__INSTRUCTIONS FOR THE TASK__. Search the records for the word "Callable" and copy each line in which it appears.

BEGIN EXERCISE MATERIAL

"""The printed lines of a page for the browser: what a mark may hold to, and what is drawn over the paper."""

from typing import Any

import numpy as np


def serialise(prepared: Any) -> dict[str, Any]:
    """``{level, upright}``: lists of ``{points: [[x, y], ...], sigma_px}`` in sheet pixels, points in rising x (level) or y (upright)."""
    out: dict[str, list[dict[str, Any]]] = {"level": [], "upright": []}
    for line in prepared.lines:
        points = line.points()
        if len(points) < 2 or not np.isfinite(points).all():
            continue
        order = np.argsort(line.along, kind="stable")
        out["level" if line.horizontal else "upright"].append(
            {"points": np.round(points[order], 2).tolist(), "sigma_px": round(float(line.sigma_px), 3)}
        )
    return out
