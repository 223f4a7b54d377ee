"""Decoded pages on disk: a pyramid of memory-mapped arrays from which tiles are cut, and what is known of each page.

Level 0 is the page, each further level is the 2 x 2 mean of the one below (edges repeated to an even size, so that one pixel
of level k covers exactly 2**k x 2**k pixels of the page). A page folder appears by one rename, so it is complete or absent.
"""

import json
import os
import shutil
import tempfile
import threading
from collections.abc import Callable
from dataclasses import asdict
from pathlib import Path
from typing import Any, NamedTuple

import numpy as np
import numpy.typing as npt

from curvebank.records import PageInfo

TILE = 256
FIRST_DPI = 300
"""Resolution at which a new PDF is first drawn [1/inch]."""
FORM = "1"
"""Part of the folder name: changes when the pyramid would."""
Pixels = npt.NDArray[np.uint8]


class PageKey(NamedTuple):
    """What names a decoded page: pixels depend on nothing else."""

    sha256: str
    page: int
    dpi: float
    turn: int

    @property
    def name(self) -> str:
        """File-system name of the page."""
        return f"{self.sha256}-{self.page}-{self.dpi:g}-{self.turn}"


def max_zoom(width: int, height: int) -> int:
    """The zoom at which the page has its full size; at zoom 0 it fits one tile."""
    zoom = 0
    while max(width, height) > TILE << zoom:
        zoom += 1
    return zoom


def halve(pixels: Pixels) -> Pixels:
    """The 2 x 2 mean, rounded; an odd edge is repeated."""
    height, width = pixels.shape[:2]
    if height % 2 or width % 2:
        pad = ((0, height % 2), (0, width % 2)) + ((0, 0),) * (pixels.ndim - 2)
        pixels = np.pad(pixels, pad, mode="edge")
    total = pixels[0::2, 0::2].astype(np.uint16)
    total += pixels[1::2, 0::2]
    total += pixels[0::2, 1::2]
    total += pixels[1::2, 1::2]
    total += 2
    return (total >> 2).astype(np.uint8)


def encode_png(pixels: Pixels) -> bytes:
    """A tile as PNG; fast compression, the wire is this machine."""
    import cv2

    bgr = pixels if pixels.ndim == 2 else pixels[..., ::-1]
    ok, buffer = cv2.imencode(".png", np.ascontiguousarray(bgr), [cv2.IMWRITE_PNG_COMPRESSION, 2])
    if not ok:
        raise RuntimeError("a tile could not be encoded")
    return buffer.tobytes()


class PageStore:
    """Pages and tiles under ``folder``. ``fetch(sha256)`` gives the bytes of a sheet's file, or raises its own 404."""

    def __init__(self, folder: Path, fetch: Callable[[str], bytes]) -> None:
        self.folder = folder
        self.fetch = fetch
        self._decoding = threading.Lock()  # one page at a time: bounds memory
        self._open: dict[tuple[PageKey, int], Pixels] = {}

    def info(self, key: PageKey) -> PageInfo:
        """Size, resolution and kind of a page; decodes it the first time.

        Raises
        ------
        curvebank.errors.SheetError
            The file cannot be read, or has no such page.
        """
        return PageInfo(**json.loads((self._page_folder(key) / "info.json").read_text()))

    def first_page(self, data: bytes) -> PageInfo:
        """Decode the first page of a new file and keep it, so that its tiles are ready.

        Raises
        ------
        curvebank.errors.SheetError
            The file cannot be read.
        """
        from curvebank import sheet

        with self._decoding:
            loaded = sheet.load(data, page=1, dpi=FIRST_DPI, turn=0)
            folder = self._place(PageKey(loaded.info.sha256, 1, FIRST_DPI, 0))
            if not folder.exists():
                self._keep(loaded, folder)
        return loaded.info

    def describe(self, key: PageKey) -> dict[str, Any]:
        """A page as the API shows it."""
        return describe(self.info(key), key.dpi)

    def tile(self, key: PageKey, zoom: int, x: int, y: int) -> bytes | None:
        """One tile as PNG, or None where the page has none. Tiles at the right and lower edge are smaller."""
        info = self.info(key)
        top = max_zoom(info.width, info.height)
        if not 0 <= zoom <= top:
            return None
        level = self.level(key, top - zoom)
        if x < 0 or y < 0 or x * TILE >= level.shape[1] or y * TILE >= level.shape[0]:
            return None
        path = self._page_folder(key) / "tiles" / str(zoom) / f"{x}-{y}.png"
        try:
            return path.read_bytes()
        except FileNotFoundError:
            data = encode_png(level[y * TILE : (y + 1) * TILE, x * TILE : (x + 1) * TILE])
            write_whole(path, data)
            return data

    def level(self, key: PageKey, level: int) -> Pixels:
        """A level of the pyramid, memory-mapped; 0 is the full page."""
        try:
            return self._open[key, level]
        except KeyError:
            pixels = np.load(self._page_folder(key) / f"{level}.npy", mmap_mode="r")
            if len(self._open) > 64:
                self._open.clear()
            self._open[key, level] = pixels
            return pixels

    def _place(self, key: PageKey) -> Path:
        return self.folder / "pages" / f"{key.name}-{FORM}"

    def _page_folder(self, key: PageKey) -> Path:
        folder = self._place(key)
        if not folder.exists():
            with self._decoding:
                if not folder.exists():
                    self._decode(key, folder)
        return folder

    def _decode(self, key: PageKey, folder: Path) -> None:
        from curvebank import sheet

        self._keep(sheet.load(self.fetch(key.sha256), page=key.page, dpi=key.dpi, turn=key.turn), folder)

    def _keep(self, loaded: Any, folder: Path) -> None:
        folder.parent.mkdir(parents=True, exist_ok=True)
        scratch = Path(tempfile.mkdtemp(prefix=".page-", dir=folder.parent))
        try:
            pixels, level = loaded.pixels, 0
            while True:
                np.save(scratch / f"{level}.npy", pixels)
                if max(pixels.shape[:2]) <= TILE:
                    break
                pixels, level = halve(pixels), level + 1
            (scratch / "info.json").write_text(json.dumps(asdict(loaded.info)))
            publish(scratch, folder)
        finally:
            shutil.rmtree(scratch, ignore_errors=True)


def describe(info: PageInfo, dpi: float) -> dict[str, Any]:
    """PAGE of the API."""
    return {**asdict(info), **_tiling(info.width, info.height, dpi)}


def described(sheet: dict[str, Any]) -> dict[str, Any]:
    """A sheet of a stored revision as PAGE, with what the revision knows of it; a source without a scan stays as it is."""
    if sheet["sha256"] is None:
        return sheet
    drawn = sheet["dpi_x"] if sheet["media"] == "application/pdf" else None
    return {**sheet, **_tiling(sheet["width"], sheet["height"], drawn or FIRST_DPI)}


def _tiling(width: int, height: int, dpi: float) -> dict[str, Any]:
    return {"dpi": dpi, "tile_size": TILE, "max_zoom": max_zoom(width, height)}


def publish(scratch: Path, folder: Path) -> None:
    """Move a finished folder to its place; another process may have been first, which is as good."""
    try:
        os.replace(scratch, folder)
    except OSError:
        if not folder.exists():
            raise


def write_whole(path: Path, data: bytes) -> None:
    """Write a file so that readers see all of it or nothing; a full disk costs the cache, not the answer."""
    try:
        path.parent.mkdir(parents=True, exist_ok=True)
        with tempfile.NamedTemporaryFile(dir=path.parent, prefix=".part-", delete=False) as part:
            part.write(data)
        os.replace(part.name, path)
    except OSError:
        pass


def prune(folder: Path, limit_bytes: int) -> None:
    """Drop the longest unused entries of a cache folder until it is below the limit. Nothing in it is the only copy."""
    entries = []
    for entry in folder.iterdir() if folder.is_dir() else ():
        files = [f.stat() for f in entry.rglob("*") if f.is_file()]
        if files:
            entries.append((max(f.st_mtime for f in files), sum(f.st_size for f in files), entry))
    total = sum(size for _, size, _ in entries)
    for _, size, entry in sorted(entries):
        if total <= limit_bytes:
            break
        shutil.rmtree(entry, ignore_errors=True)
        total -= size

END EXERCISE MATERIAL

__TASK OUTPUT__.
from collections.abc import Callable
    def __init__(self, folder: Path, fetch: Callable[[str], bytes]) -> None:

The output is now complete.